PROBLEM = When you answer, give every record back exactly as written.

[Opening PROVIDED ENTRIES section]

//! Each question against its table of checked figures, `tables/ID.tsv`.
#![allow(clippy::unwrap_used, clippy::panic, reason = "a test may panic")]

use farstaff::question::{Answer, ask, catalogue};

/// Entry, what is checked, figure, tolerance, source.
type Row<'a> = [&'a str; 5];

/// Written once in a table's head, meant in its rows.
const SHORT: (&str, &str) =
    ("&K1", "&k_doubt=0&collimation_doubt=0&reading_doubt=0&reading_growth=0&distance_doubt=0&share=100 %");

fn form(entry: &str) -> String {
    let pairs = entry.split('&').filter_map(|pair| pair.split_once('='));
    form_urlencoded::Serializer::new(String::new()).extend_pairs(pairs).finish()
}

/// What is wrong with a row; nothing where it holds.
fn wrong(answer: &Answer, [_, what, figure, tolerance, source]: Row) -> Option<String> {
    if source.is_empty() {
        return Some("names no source".to_owned());
    }
    if !answer.problems.is_empty() {
        return Some(format!("{:?}", answer.problems));
    }
    let words = |got: &str| (got.replace('\u{a0}', " ") != figure).then(|| format!("says {got}"));
    match what {
        "verdict" => return words(answer.verdict.word),
        "number" => return words(&answer.verdict.number),
        _ => {}
    }
    let Some(result) = answer.results.iter().find(|r| r.name == what) else {
        return Some("has no such result".to_owned());
    };
    match (result.value, tolerance) {
        (None, "absent") => None,
        (Some(got), tolerance) if tolerance != "absent" => {
            let off = (got - figure.parse::<f64>().unwrap()).abs();
            (off.is_nan() || off > tolerance.parse().unwrap()).then(|| format!("{got} is {off:e} off"))
        }
        (got, _) => Some(format!("{got:?}")),
    }
}

#[test]
fn figures_of_every_question_hold() {
    for question in catalogue().questions {
        let path = format!("{}/tables/{}.tsv", env!("CARGO_MANIFEST_DIR"), question.id);
        let table = std::fs::read_to_string(&path).unwrap_or_else(|e| panic!("{path}: {e}"));
        let rows: Vec<Row> = table
            .lines()
            .filter(|line| !line.starts_with('#'))
            .map(|line| line.split('\t').collect::<Vec<_>>().try_into().unwrap_or_else(|_| panic!("{path}: {line}")))
            .collect();
        assert!(rows.len() >= 10, "{path} holds {} rows", rows.len());
        let mut failures = vec![];
        for row in rows {
            let answer = ask(question.id, &form(&row[0].replace(SHORT.0, SHORT.1))).unwrap();
            let known = ["verdict", "number"].contains(&row[1]) || question.results.iter().any(|p| p.name == row[1]);
            assert!(known, "{path}: no result is named {}", row[1]);
            if let Some(why) = wrong(&answer, row) {
                failures.push(format!("{} {}: {why}\n", row[0], row[1]));
            }
        }
        assert!(failures.is_empty(), "{path}\n{}", failures.concat());
    }
}
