//! The built site: its weight, and what it must not hold.

use farstaff_www::budget::{BUDGETS, sizes, total};
use farstaff_www::site::{SINGLE, Site};
use std::sync::OnceLock;

/// One build for all tests of this file.
fn site() -> &'static Site {
    static SITE: OnceLock<Site> = OnceLock::new();
    SITE.get_or_init(|| farstaff_www::build().expect("the page builds"))
}

#[test]
fn keeps_its_budgets() {
    let sizes = sizes(site());
    for budget in &BUDGETS {
        let weight = total(budget, &sizes).brotli;
        assert!(weight > 0, "{} weighs nothing: is its file still named so?", budget.name);
        assert!(weight <= budget.most, "{}: {weight} of {}", budget.name, budget.most);
    }
}

#[test]
fn scripts_travel_without_comments() {
    for (name, bytes) in site().0.iter().filter(|(name, _)| name.ends_with(".js") && *name != "core.js") {
        let script = String::from_utf8_lossy(bytes);
        let comment = script.lines().find(|line| line.trim().starts_with("//") || line.contains("/**"));
        assert_eq!(comment, None, "{name}");
        assert!(script.lines().count() > 10, "{name} lost more than its comments");
    }
}

#[test]
fn same_sources_give_the_same_bytes() {
    let sources = farstaff_www::sources().expect("the page builds");
    assert!(sources.assemble().expect("it assembles").0 == site().0);
}

#[test]
fn version_changes_with_every_file() {
    let sources = farstaff_www::sources().expect("the page builds");
    let first = sources.assemble().expect("it assembles");
    for name in sources.parts.keys() {
        let mut changed = sources.clone();
        changed.parts.get_mut(name).expect("just seen").push(b' ');
        let changed = changed.assemble().expect("it assembles");
        assert_ne!(changed.0["index.html"], first.0["index.html"], "{name} changed and the version did not");
        assert_ne!(changed.0["sw.js"], first.0["sw.js"], "{name} changed and the worker did not");
    }
}

#[test]
fn holds_no_address_and_no_path_of_the_machine_that_built_it() {
    let home = std::env::var("HOME").expect("HOME is set");
    for (name, bytes) in &site().0 {
        let text = String::from_utf8_lossy(bytes).replace("http://www.w3.org/2000/svg", "");
        for address in ["http://", "https://"] {
            assert!(!text.contains(address), "{name} holds {address}");
        }
        assert!(!text.contains(&home), "{name} holds {home}");
        assert!(!text.contains(env!("CARGO_MANIFEST_DIR")), "{name} holds the folder it was built in");
    }
}

#[test]
fn single_file_stands_alone() {
    let page = String::from_utf8(site().0[SINGLE].clone()).expect("text");
    for part in site().0.keys() {
        for reference in [format!("href=\"{part}\""), format!("src=\"{part}\""), format!("\"./{part}\"")] {
            assert!(!page.contains(&reference), "the single file needs {part}");
        }
    }
    assert!(page.contains("trusted-types 'none'") && !page.contains("connect-src"));
}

[Closing PROVIDED ENTRIES section]

EXERCISE RESULT =
//! Each question against its table of checked figures, `tables/ID.tsv`.
#![allow(clippy::unwrap_used, clippy::panic, reason = "a test may panic")]

use farstaff::question::{Answer, ask, catalogue};

/// Entry, what is checked, figure, tolerance, source.
type Row<'a> = [&'a str; 5];

/// Written once in a table's head, meant in its rows.
const SHORT: (&str, &str) =
    ("&K1", "&k_doubt=0&collimation_doubt=0&reading_doubt=0&reading_growth=0&distance_doubt=0&share=100 %");

fn form(entry: &str) -> String {
    let pairs = entry.split('&').filter_map(|pair| pair.split_once('='));
    form_urlencoded::Serializer::new(String::new()).extend_pairs(pairs).finish()
}

/// What is wrong with a row; nothing where it holds.
fn wrong(answer: &Answer, [_, what, figure, tolerance, source]: Row) -> Option<String> {
    if source.is_empty() {
        return Some("names no source".to_owned());
    }
    if !answer.problems.is_empty() {
        return Some(format!("{:?}", answer.problems));
    }
    let words = |got: &str| (got.replace('\u{a0}', " ") != figure).then(|| format!("says {got}"));
    match what {
        "verdict" => return words(answer.verdict.word),
        "number" => return words(&answer.verdict.number),
        _ => {}
    }
    let Some(result) = answer.results.iter().find(|r| r.name == what) else {
        return Some("has no such result".to_owned());
    };
    match (result.value, tolerance) {
        (None, "absent") => None,
        (Some(got), tolerance) if tolerance != "absent" => {
            let off = (got - figure.parse::<f64>().unwrap()).abs();
            (off.is_nan() || off > tolerance.parse().unwrap()).then(|| format!("{got} is {off:e} off"))
        }
        (got, _) => Some(format!("{got:?}")),
    }
}

#[test]
fn figures_of_every_question_hold() {
    for question in catalogue().questions {
        let path = format!("{}/tables/{}.tsv", env!("CARGO_MANIFEST_DIR"), question.id);
        let table = std::fs::read_to_string(&path).unwrap_or_else(|e| panic!("{path}: {e}"));
        let rows: Vec<Row> = table
            .lines()
            .filter(|line| !line.starts_with('#'))
            .map(|line| line.split('\t').collect::<Vec<_>>().try_into().unwrap_or_else(|_| panic!("{path}: {line}")))
            .collect();
        assert!(rows.len() >= 10, "{path} holds {} rows", rows.len());
        let mut failures = vec![];
        for row in rows {
            let answer = ask(question.id, &form(&row[0].replace(SHORT.0, SHORT.1))).unwrap();
            let known = ["verdict", "number"].contains(&row[1]) || question.results.iter().any(|p| p.name == row[1]);
            assert!(known, "{path}: no result is named {}", row[1]);
            if let Some(why) = wrong(&answer, row) {
                failures.push(format!("{} {}: {why}\n", row[0], row[1]));
            }
        }
        assert!(failures.is_empty(), "{path}\n{}", failures.concat());
    }
}
//! The built site: its weight, and what it must not hold.

use farstaff_www::budget::{BUDGETS, sizes, total};
use farstaff_www::site::{SINGLE, Site};
use std::sync::OnceLock;

/// One build for all tests of this file.
fn site() -> &'static Site {
    static SITE: OnceLock<Site> = OnceLock::new();
    SITE.get_or_init(|| farstaff_www::build().expect("the page builds"))
}

#[test]
fn keeps_its_budgets() {
    let sizes = sizes(site());
    for budget in &BUDGETS {
        let weight = total(budget, &sizes).brotli;
        assert!(weight > 0, "{} weighs nothing: is its file still named so?", budget.name);
        assert!(weight <= budget.most, "{}: {weight} of {}", budget.name, budget.most);
    }
}

#[test]
fn scripts_travel_without_comments() {
    for (name, bytes) in site().0.iter().filter(|(name, _)| name.ends_with(".js") && *name != "core.js") {
        let script = String::from_utf8_lossy(bytes);
        let comment = script.lines().find(|line| line.trim().starts_with("//") || line.contains("/**"));
        assert_eq!(comment, None, "{name}");
        assert!(script.lines().count() > 10, "{name} lost more than its comments");
    }
}

#[test]
fn same_sources_give_the_same_bytes() {
    let sources = farstaff_www::sources().expect("the page builds");
    assert!(sources.assemble().expect("it assembles").0 == site().0);
}

#[test]
fn version_changes_with_every_file() {
    let sources = farstaff_www::sources().expect("the page builds");
    let first = sources.assemble().expect("it assembles");
    for name in sources.parts.keys() {
        let mut changed = sources.clone();
        changed.parts.get_mut(name).expect("just seen").push(b' ');
        let changed = changed.assemble().expect("it assembles");
        assert_ne!(changed.0["index.html"], first.0["index.html"], "{name} changed and the version did not");
        assert_ne!(changed.0["sw.js"], first.0["sw.js"], "{name} changed and the worker did not");
    }
}

#[test]
fn holds_no_address_and_no_path_of_the_machine_that_built_it() {
    let home = std::env::var("HOME").expect("HOME is set");
    for (name, bytes) in &site().0 {
        let text = String::from_utf8_lossy(bytes).replace("http://www.w3.org/2000/svg", "");
        for address in ["http://", "https://"] {
            assert!(!text.contains(address), "{name} holds {address}");
        }
        assert!(!text.contains(&home), "{name} holds {home}");
        assert!(!text.contains(env!("CARGO_MANIFEST_DIR")), "{name} holds the folder it was built in");
    }
}

#[test]
fn single_file_stands_alone() {
    let page = String::from_utf8(site().0[SINGLE].clone()).expect("text");
    for part in site().0.keys() {
        for reference in [format!("href=\"{part}\""), format!("src=\"{part}\""), format!("\"./{part}\"")] {
            assert!(!page.contains(&reference), "the single file needs {part}");
        }
    }
    assert!(page.contains("trusted-types 'none'") && !page.contains("connect-src"));
}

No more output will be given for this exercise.